Data extracts:
────────────────────
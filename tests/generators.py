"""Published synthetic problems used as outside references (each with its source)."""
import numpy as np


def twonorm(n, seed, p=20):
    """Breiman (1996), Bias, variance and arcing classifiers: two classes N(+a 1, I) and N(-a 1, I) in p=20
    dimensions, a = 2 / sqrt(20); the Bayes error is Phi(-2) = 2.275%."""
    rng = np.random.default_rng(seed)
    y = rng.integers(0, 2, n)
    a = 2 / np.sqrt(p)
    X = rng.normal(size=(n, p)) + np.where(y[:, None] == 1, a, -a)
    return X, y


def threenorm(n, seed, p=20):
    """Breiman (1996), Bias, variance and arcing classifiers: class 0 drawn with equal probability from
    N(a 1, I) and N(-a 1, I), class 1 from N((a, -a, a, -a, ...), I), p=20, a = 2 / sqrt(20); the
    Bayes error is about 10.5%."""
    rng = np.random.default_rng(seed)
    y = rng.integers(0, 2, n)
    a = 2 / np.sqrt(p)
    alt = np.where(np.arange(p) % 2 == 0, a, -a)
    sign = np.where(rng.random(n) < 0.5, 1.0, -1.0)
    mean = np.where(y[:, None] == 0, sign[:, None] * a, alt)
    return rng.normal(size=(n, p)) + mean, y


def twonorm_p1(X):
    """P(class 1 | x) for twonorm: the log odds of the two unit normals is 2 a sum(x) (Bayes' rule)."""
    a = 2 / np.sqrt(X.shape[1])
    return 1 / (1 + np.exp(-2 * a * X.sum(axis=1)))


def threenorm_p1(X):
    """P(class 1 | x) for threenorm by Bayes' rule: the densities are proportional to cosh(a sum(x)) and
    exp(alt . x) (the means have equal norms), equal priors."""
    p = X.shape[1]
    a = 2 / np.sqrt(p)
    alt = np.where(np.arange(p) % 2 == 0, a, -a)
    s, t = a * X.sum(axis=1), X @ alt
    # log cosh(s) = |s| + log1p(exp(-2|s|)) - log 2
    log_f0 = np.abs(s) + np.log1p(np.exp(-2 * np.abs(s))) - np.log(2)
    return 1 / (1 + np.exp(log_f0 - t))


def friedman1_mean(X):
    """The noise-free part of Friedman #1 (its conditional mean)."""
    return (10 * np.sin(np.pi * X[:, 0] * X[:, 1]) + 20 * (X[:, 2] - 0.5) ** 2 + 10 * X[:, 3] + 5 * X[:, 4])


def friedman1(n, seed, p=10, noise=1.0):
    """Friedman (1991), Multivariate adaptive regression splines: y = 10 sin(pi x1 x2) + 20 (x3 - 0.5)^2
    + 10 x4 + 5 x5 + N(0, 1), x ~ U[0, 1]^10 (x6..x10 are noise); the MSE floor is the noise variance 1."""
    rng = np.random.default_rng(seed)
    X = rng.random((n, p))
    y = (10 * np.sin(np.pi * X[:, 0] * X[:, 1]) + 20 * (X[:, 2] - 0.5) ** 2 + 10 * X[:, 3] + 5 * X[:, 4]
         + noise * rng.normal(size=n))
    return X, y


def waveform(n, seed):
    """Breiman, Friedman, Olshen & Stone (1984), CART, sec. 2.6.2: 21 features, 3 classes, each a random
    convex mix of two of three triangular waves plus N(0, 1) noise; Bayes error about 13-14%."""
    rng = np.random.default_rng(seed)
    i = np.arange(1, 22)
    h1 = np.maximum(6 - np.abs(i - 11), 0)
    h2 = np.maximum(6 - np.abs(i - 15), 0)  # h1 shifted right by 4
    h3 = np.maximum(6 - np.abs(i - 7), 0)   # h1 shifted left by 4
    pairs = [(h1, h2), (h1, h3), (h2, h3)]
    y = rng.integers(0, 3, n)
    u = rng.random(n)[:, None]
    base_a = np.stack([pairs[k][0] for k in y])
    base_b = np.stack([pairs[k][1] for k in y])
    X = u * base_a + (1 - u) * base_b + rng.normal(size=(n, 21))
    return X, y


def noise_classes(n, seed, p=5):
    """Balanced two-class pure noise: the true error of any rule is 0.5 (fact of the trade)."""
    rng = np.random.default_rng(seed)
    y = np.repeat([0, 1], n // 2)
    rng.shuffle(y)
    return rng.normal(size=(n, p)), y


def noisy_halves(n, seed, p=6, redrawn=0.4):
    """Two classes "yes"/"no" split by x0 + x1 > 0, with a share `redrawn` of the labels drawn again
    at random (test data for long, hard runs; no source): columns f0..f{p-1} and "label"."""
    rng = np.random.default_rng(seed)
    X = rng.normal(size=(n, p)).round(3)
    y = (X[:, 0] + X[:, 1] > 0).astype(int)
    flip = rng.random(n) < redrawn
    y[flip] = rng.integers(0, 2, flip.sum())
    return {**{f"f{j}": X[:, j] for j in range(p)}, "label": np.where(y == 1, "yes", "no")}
────────────────────
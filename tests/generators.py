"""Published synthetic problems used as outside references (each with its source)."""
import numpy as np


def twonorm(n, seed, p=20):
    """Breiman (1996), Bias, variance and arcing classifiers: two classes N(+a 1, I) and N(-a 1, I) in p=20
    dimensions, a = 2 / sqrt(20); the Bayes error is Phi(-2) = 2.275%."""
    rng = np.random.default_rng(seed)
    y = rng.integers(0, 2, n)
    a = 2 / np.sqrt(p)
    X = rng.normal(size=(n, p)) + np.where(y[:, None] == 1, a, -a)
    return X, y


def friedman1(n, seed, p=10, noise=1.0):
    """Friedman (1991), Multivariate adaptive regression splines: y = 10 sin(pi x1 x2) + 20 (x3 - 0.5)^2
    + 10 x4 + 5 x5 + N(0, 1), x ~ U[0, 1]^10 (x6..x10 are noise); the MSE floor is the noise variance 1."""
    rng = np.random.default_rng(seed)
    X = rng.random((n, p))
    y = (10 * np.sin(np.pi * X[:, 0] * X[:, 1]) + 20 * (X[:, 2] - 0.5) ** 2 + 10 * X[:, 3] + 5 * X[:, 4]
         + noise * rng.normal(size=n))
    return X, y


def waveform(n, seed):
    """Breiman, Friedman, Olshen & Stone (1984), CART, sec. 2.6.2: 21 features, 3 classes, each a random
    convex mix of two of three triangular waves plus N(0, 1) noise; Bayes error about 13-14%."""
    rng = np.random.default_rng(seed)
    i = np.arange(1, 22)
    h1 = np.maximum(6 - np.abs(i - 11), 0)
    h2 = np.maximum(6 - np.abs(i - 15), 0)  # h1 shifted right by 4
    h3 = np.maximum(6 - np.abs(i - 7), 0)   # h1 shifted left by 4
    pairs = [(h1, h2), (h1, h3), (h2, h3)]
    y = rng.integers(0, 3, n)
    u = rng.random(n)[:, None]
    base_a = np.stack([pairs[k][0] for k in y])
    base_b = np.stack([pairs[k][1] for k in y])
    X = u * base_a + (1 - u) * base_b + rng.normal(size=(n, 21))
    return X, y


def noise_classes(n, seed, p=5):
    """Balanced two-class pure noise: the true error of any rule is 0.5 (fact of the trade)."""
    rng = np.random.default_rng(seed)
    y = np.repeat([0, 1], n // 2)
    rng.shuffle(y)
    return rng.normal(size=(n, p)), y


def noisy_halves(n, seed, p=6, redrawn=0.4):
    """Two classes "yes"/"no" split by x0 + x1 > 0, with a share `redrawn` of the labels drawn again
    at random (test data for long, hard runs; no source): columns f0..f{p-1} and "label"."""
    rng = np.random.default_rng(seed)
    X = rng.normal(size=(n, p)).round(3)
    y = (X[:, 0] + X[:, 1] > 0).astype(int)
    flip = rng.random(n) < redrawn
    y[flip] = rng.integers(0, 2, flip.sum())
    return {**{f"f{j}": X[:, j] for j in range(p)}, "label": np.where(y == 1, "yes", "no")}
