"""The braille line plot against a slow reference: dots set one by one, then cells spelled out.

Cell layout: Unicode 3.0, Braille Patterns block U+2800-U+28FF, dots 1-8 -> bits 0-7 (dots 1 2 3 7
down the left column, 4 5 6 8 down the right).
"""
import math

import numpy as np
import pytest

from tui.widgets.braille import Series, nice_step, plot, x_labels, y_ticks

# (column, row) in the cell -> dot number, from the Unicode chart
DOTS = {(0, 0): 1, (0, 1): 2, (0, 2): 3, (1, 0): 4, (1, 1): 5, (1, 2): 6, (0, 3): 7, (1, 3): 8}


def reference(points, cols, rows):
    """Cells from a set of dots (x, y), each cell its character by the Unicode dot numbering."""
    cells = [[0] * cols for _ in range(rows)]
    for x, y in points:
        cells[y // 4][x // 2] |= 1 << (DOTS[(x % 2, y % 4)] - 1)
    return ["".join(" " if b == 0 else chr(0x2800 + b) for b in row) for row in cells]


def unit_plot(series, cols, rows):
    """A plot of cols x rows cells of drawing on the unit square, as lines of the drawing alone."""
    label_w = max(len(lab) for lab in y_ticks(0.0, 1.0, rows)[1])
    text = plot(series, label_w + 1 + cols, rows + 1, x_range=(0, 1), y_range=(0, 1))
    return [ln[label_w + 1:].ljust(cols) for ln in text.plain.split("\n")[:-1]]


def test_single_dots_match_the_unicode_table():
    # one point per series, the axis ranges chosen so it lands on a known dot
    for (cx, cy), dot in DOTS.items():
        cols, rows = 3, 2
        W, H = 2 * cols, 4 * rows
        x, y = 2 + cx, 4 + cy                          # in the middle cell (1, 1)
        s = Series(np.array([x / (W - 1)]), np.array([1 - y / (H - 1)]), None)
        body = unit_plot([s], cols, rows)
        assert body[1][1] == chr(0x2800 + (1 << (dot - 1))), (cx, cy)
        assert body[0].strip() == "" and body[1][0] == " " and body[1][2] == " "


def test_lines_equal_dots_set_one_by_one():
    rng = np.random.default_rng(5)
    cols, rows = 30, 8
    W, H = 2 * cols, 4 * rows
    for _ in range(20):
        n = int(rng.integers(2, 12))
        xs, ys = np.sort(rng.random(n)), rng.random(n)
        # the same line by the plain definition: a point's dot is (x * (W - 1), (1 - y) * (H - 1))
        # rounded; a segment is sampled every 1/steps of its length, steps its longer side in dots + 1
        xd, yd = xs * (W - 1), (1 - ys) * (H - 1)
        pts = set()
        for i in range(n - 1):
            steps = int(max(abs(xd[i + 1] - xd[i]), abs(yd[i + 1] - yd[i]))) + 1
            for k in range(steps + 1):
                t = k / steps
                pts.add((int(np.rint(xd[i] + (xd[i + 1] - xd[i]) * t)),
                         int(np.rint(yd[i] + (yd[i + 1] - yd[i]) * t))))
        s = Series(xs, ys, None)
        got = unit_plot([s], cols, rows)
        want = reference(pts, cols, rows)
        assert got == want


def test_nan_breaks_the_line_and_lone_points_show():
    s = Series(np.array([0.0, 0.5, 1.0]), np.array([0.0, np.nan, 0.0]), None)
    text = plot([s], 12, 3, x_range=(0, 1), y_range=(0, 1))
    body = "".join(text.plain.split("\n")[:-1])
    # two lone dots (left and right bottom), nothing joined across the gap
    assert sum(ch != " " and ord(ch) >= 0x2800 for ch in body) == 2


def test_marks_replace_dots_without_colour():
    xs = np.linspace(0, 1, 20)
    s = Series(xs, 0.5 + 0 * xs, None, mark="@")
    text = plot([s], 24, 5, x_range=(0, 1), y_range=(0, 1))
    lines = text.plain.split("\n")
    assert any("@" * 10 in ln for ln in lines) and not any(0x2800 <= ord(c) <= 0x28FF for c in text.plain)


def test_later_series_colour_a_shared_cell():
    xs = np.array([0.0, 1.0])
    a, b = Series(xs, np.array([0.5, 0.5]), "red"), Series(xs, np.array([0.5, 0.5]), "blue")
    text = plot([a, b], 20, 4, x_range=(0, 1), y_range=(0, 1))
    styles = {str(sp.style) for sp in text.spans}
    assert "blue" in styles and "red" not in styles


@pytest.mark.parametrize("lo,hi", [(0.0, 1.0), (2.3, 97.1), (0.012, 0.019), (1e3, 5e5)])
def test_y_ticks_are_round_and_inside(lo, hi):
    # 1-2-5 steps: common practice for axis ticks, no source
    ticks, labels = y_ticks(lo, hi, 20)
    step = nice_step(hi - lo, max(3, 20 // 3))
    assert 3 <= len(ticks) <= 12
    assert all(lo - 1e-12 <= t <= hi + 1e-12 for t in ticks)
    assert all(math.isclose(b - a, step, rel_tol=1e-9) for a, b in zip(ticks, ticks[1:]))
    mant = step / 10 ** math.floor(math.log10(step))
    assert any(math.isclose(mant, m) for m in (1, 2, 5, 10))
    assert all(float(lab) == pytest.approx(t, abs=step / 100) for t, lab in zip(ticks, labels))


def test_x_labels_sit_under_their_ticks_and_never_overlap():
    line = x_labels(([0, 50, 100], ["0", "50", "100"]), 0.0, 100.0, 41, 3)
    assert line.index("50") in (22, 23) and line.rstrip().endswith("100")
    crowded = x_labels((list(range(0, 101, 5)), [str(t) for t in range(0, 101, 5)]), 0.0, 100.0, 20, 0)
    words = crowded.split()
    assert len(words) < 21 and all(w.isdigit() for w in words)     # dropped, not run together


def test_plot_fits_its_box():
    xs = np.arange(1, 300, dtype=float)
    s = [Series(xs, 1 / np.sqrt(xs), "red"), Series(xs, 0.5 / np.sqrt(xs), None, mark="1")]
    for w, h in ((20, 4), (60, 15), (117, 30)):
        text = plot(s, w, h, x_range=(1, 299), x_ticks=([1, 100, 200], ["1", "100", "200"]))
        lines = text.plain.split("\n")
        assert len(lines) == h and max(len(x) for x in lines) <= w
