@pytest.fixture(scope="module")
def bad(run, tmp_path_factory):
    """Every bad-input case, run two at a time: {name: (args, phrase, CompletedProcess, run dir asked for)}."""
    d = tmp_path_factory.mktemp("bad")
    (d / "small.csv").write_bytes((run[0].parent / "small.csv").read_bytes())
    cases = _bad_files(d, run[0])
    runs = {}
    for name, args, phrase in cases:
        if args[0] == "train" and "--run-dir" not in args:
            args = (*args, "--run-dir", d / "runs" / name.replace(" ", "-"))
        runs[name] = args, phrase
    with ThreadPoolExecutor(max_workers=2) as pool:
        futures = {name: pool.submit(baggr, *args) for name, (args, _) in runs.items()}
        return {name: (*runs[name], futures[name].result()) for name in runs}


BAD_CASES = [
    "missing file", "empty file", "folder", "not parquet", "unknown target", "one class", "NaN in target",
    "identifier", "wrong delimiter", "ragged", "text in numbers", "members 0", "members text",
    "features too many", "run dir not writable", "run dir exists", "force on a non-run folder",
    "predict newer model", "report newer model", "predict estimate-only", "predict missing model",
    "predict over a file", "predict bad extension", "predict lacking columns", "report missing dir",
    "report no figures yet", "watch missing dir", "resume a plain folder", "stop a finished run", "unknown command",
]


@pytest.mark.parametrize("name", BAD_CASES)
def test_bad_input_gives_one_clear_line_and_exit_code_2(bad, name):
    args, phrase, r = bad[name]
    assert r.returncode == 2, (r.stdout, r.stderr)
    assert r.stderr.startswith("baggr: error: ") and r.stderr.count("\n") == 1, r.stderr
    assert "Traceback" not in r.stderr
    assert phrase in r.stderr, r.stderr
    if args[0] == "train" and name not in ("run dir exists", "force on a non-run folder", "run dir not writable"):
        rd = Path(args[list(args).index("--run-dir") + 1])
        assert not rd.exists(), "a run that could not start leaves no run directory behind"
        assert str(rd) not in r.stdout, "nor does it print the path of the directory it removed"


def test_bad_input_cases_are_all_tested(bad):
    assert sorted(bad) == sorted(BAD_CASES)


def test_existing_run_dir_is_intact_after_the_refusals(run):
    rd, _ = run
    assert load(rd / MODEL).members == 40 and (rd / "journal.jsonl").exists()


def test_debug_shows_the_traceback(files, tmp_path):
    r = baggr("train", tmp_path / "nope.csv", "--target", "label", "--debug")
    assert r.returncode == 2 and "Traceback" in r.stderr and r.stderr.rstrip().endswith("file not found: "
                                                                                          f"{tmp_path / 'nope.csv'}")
────────────────────
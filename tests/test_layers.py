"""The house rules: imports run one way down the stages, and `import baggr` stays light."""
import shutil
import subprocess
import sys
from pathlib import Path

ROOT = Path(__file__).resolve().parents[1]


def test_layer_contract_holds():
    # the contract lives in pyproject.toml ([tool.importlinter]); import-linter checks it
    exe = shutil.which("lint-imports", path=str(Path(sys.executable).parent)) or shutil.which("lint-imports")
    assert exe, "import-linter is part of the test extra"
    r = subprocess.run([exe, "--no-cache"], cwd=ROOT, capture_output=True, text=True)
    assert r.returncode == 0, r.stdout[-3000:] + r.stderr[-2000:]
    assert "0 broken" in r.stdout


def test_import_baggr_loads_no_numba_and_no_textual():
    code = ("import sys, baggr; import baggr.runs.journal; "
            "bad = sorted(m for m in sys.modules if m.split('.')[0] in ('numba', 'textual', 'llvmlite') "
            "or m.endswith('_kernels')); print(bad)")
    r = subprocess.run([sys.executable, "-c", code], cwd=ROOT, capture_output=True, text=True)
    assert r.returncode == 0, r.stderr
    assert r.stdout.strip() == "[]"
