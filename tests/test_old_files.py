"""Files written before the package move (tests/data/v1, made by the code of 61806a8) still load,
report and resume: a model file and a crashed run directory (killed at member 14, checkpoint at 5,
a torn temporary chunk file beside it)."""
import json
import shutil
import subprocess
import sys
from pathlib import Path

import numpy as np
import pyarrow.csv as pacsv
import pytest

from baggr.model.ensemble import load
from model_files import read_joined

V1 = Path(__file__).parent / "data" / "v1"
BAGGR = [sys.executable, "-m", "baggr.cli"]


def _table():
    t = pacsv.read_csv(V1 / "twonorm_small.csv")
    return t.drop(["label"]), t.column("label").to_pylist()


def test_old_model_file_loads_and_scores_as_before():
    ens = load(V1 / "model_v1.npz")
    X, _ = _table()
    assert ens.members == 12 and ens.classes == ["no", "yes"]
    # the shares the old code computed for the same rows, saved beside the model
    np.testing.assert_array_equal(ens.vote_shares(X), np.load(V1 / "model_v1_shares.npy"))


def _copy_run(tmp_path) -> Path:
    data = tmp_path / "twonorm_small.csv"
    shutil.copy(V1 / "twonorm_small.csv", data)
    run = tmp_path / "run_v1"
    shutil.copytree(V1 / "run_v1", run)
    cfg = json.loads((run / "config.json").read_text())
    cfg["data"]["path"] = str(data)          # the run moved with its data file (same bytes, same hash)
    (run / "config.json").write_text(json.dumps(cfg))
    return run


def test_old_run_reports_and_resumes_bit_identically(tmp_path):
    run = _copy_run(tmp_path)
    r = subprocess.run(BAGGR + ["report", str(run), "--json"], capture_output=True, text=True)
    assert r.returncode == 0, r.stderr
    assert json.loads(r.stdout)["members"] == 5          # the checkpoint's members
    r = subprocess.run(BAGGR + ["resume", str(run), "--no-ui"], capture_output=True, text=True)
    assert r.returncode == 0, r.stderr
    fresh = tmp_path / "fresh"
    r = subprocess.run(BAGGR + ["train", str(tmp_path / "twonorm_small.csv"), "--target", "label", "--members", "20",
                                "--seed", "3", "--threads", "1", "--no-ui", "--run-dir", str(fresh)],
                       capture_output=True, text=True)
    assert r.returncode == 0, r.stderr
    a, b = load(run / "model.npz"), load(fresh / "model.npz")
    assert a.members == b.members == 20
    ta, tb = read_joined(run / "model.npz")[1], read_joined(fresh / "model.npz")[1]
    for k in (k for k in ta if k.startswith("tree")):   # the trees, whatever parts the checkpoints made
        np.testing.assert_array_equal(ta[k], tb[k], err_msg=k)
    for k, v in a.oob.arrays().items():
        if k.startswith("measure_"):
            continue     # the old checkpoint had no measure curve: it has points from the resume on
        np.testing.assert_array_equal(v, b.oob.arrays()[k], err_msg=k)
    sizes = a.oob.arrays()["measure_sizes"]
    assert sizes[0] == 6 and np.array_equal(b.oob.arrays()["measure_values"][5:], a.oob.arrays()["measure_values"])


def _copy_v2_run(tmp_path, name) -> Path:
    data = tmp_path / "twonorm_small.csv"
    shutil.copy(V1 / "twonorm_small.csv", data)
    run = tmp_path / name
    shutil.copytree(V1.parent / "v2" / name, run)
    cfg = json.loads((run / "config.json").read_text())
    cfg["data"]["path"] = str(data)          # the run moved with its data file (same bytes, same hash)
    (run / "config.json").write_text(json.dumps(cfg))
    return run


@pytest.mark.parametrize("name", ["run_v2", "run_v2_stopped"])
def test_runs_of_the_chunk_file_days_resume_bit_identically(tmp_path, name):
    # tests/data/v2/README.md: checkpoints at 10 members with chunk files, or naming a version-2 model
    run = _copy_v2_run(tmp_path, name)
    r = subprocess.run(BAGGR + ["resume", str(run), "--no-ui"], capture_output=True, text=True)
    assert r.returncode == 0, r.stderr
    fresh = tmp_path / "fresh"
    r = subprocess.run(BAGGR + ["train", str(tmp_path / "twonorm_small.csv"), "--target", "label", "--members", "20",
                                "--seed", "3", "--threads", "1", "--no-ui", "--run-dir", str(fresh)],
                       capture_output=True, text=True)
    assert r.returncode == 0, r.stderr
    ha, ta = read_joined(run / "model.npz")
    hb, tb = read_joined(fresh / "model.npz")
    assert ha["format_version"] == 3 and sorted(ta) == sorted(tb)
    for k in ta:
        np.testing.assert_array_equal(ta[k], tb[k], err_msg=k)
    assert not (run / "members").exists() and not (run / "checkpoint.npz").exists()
────────────────────
Above are the lines; repeat exactly the ones from the line containing "want = reference(pts, cols, rows)" down to the line containing "c in text.plain)", both inclusive.

        want = reference(pts, cols, rows)
        assert got == want


def test_nan_breaks_the_line_and_lone_points_show():
    s = Series(np.array([0.0, 0.5, 1.0]), np.array([0.0, np.nan, 0.0]), None)
    text = plot([s], 12, 3, x_range=(0, 1), y_range=(0, 1))
    body = "".join(text.plain.split("\n")[:-1])
    # two lone dots (left and right bottom), nothing joined across the gap
    assert sum(ch != " " and ord(ch) >= 0x2800 for ch in body) == 2


def test_marks_replace_dots_without_colour():
    xs = np.linspace(0, 1, 20)
    s = Series(xs, 0.5 + 0 * xs, None, mark="@")
    text = plot([s], 24, 5, x_range=(0, 1), y_range=(0, 1))
    lines = text.plain.split("\n")
    assert any("@" * 10 in ln for ln in lines) and not any(0x2800 <= ord(c) <= 0x28FF for c in text.plain)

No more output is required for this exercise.